There wasn’t really anything I could do for her. I did what I could around the house, made what I could for her when she wanted to eat, kept working as best I could because I knew how lucky I was to still have a job.
I slept like shit, when I slept. I’d wake episodically to her cough, or the rattle in her lungs. I’d wake to the sound of labored breathing, the sounds of someone who has to work to get enough air to stay alive.
By now the terror in my belly was a brick, the heaviness in my heart was a stone. Somehow, I kept going, doing what I could to seem braver than I was, trying hard to bear the terror quietly, in the dark as I lay awake, listening.
Maddie stayed in bed. The cough kept getting worse.
Day 14 passed and there had been no collapse, no sign of the dreaded cytokine storm that meant she’d have to go to the hospital. No sign of the intense immune over-reaction that meant her body was losing the battle. No sign of the sudden drowning in her own mucous. I should have been relieved when that moment came and went. I wasn’t.

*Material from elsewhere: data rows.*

/**
 * Alarm-system health figures for the Alarms page: how many alarms reach the operator per
 * 10 minutes, alarm floods, chattering alarms and stale alarms. Pure functions over the event
 * history (any order) and the active list.
 *
 * The 10-minute rate and the flood threshold (more than 10 alarms in 10 minutes for one
 * operator) are the scale ISA-18.2 / IEC 62682 use for alarm-system performance (from memory).
 * The chattering rule (3 or more raises of the same alarm within 60 s) and the stale rule
 * (active longer than 24 h) are common practice in alarm-management reviews.
 */
import type { AlarmEvent } from './alarm-state.js';

export type HealthEvent = Pick<AlarmEvent, 'alarmId' | 'at' | 'kind' | 'hidden'>;

export interface HealthRules {
  /** Length of one rate interval, ms. */
  intervalMs: number;
  /** A flood is more than this many annunciated alarms in one interval. */
  floodAbove: number;
  /** Raises of one alarm within `chatterWindowMs` that make it chattering. */
  chatterRaises: number;
  chatterWindowMs: number;
  /** Active longer than this, ms, makes an alarm stale. */
  staleAfterMs: number;
}

export const DEFAULT_HEALTH_RULES: Readonly<HealthRules> = {
  intervalMs: 10 * 60_000,
  floodAbove: 10,
  chatterRaises: 3,
  chatterWindowMs: 60_000,
  staleAfterMs: 24 * 3_600_000,
};

export interface RateInterval {
  /** Start of the interval, Unix epoch ms. */
  start: number;
  count: number;
  flood: boolean;
}

export interface ChatteringAlarm {
  alarmId: string;
  /** Most raises found inside one chatter window. */
  raises: number;
  /** Time of the first raise of that busiest window, Unix epoch ms. */
  since: number;
}

export interface StaleAlarm {
  alarmId: string;
  raisedAt: number;
  activeForMs: number;
}

export interface AlarmHealth {
  /** Annunciated raises in the interval that ends now. */
  recentCount: number;
  /** True when `recentCount` is above the flood threshold. */
  flooding: boolean;
  intervals: RateInterval[];
  /** Mean annunciated raises per interval over `intervals`. */
  averagePerInterval: number;
  chattering: ChatteringAlarm[];
  stale: StaleAlarm[];
}

/** Raises the operator saw (shelved or suppressed raises are logged but not annunciated). */
function annunciatedRaiseTimes(events: readonly HealthEvent[]): number[] {
  return events.filter((e) => e.kind === 'raise' && !e.hidden).map((e) => e.at);
}

/**
 * Annunciated raises per fixed interval from `fromMs` up to `toMs` (Unix epoch ms), each
 * flagged when it is a flood. The last interval may be shorter than `intervalMs`.
 */
export function ratePerInterval(
  events: readonly HealthEvent[],
  fromMs: number,
  toMs: number,
  rules: Pick<HealthRules, 'intervalMs' | 'floodAbove'> = DEFAULT_HEALTH_RULES,
): RateInterval[] {
  if (!(toMs > fromMs)) return [];
  const n = Math.ceil((toMs - fromMs) / rules.intervalMs);
  const counts = new Array<number>(n).fill(0);
  for (const at of annunciatedRaiseTimes(events)) {
    if (at >= fromMs && at < toMs) counts[Math.floor((at - fromMs) / rules.intervalMs)]++;
  }
  return counts.map((count, i) => ({ start: fromMs + i * rules.intervalMs, count, flood: count > rules.floodAbove }));
}

/** Annunciated raises in the interval (`nowMs` − `intervalMs`, `nowMs`]. */
export function recentRaiseCount(events: readonly HealthEvent[], nowMs: number, intervalMs = DEFAULT_HEALTH_RULES.intervalMs): number {
  return annunciatedRaiseTimes(events).filter((at) => at > nowMs - intervalMs && at <= nowMs).length;
}

/**
 * Alarms raised at least `chatterRaises` times within any `chatterWindowMs`. Hidden raises
 * count here: a shelved alarm that keeps chattering still needs its deadband or delay fixed.
 */
export function chatteringAlarms(
  events: readonly HealthEvent[],
  rules: Pick<HealthRules, 'chatterRaises' | 'chatterWindowMs'> = DEFAULT_HEALTH_RULES,
): ChatteringAlarm[] {
  const raises = new Map<string, number[]>();
  for (const e of events) {
    if (e.kind !== 'raise') continue;
    const times = raises.get(e.alarmId) ?? [];
    times.push(e.at);
    raises.set(e.alarmId, times);
  }
  const out: ChatteringAlarm[] = [];
  for (const [alarmId, times] of raises) {
    times.sort((a, b) => a - b);
    let best = 0;
    let since = 0;
    let start = 0;
    for (let end = 0; end < times.length; end++) {
      while (times[end] - times[start] > rules.chatterWindowMs) start++;
      if (end - start + 1 > best) {
        best = end - start + 1;
        since = times[start];
      }
    }
    if (best >= rules.chatterRaises) out.push({ alarmId, raises: best, since });
  }
  return out.sort((a, b) => b.raises - a.raises || a.alarmId.localeCompare(b.alarmId));
}

/**
 * Active alarms raised more than `staleAfterMs` before `nowMs`. Takes the active list (not
 * the history) because a stale alarm's raise may be older than any history window fetched.
 */
export function staleAlarms(
  active: readonly { id: string; raisedAt: number }[],
  nowMs: number,
  staleAfterMs = DEFAULT_HEALTH_RULES.staleAfterMs,
): StaleAlarm[] {
  return active
    .filter((a) => nowMs - a.raisedAt > staleAfterMs)
    .map((a) => ({ alarmId: a.id, raisedAt: a.raisedAt, activeForMs: nowMs - a.raisedAt }))
    .sort((a, b) => a.raisedAt - b.raisedAt);
}

/** All health figures for the history window [`fromMs`, `nowMs`) and the active list. */
export function alarmHealth(
  events: readonly HealthEvent[],
  active: readonly { id: string; raisedAt: number }[],
  fromMs: number,
  nowMs: number,
  rules: HealthRules = DEFAULT_HEALTH_RULES,
): AlarmHealth {
  const intervals = ratePerInterval(events, fromMs, nowMs, rules);
  const recentCount = recentRaiseCount(events, nowMs, rules.intervalMs);
  const total = intervals.reduce((sum, i) => sum + i.count, 0);
  return {
    recentCount,
    flooding: recentCount > rules.floodAbove,
    intervals,
    averagePerInterval: intervals.length ? total / intervals.length : 0,
    chattering: chatteringAlarms(events, rules),
    stale: staleAlarms(active, nowMs, rules.staleAfterMs),
  };
}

Maddie stayed in bed. The cough kept getting worse.
Eventually, Maddie’s cough became productive and colored. Now it was clearly a secondary pneumonia, and the doctor prescribed a second round of antibiotics. Under any other circumstances, her doctor said, Maddie would have been sent to the hospital. Under the circumstances of this pandemic, though, that was the last place she wanted Maddie.
So Maddie stayed home and kept coughing and fighting to breathe. I kept holding my breath and worrying. My belly stopped working and my heart kept breaking. That was week 4.
Gradually Maddie seemed to get better. I still worried, but a little less each day. She moved more, determined to keep writing and doing as much as she could. She kept inspiring others. We are now at almost 6 weeks and she is almost – not quite but almost – well. Maddie will die some day, but not just now.
And here at last is the point I want you to hear most: we are the lucky ones.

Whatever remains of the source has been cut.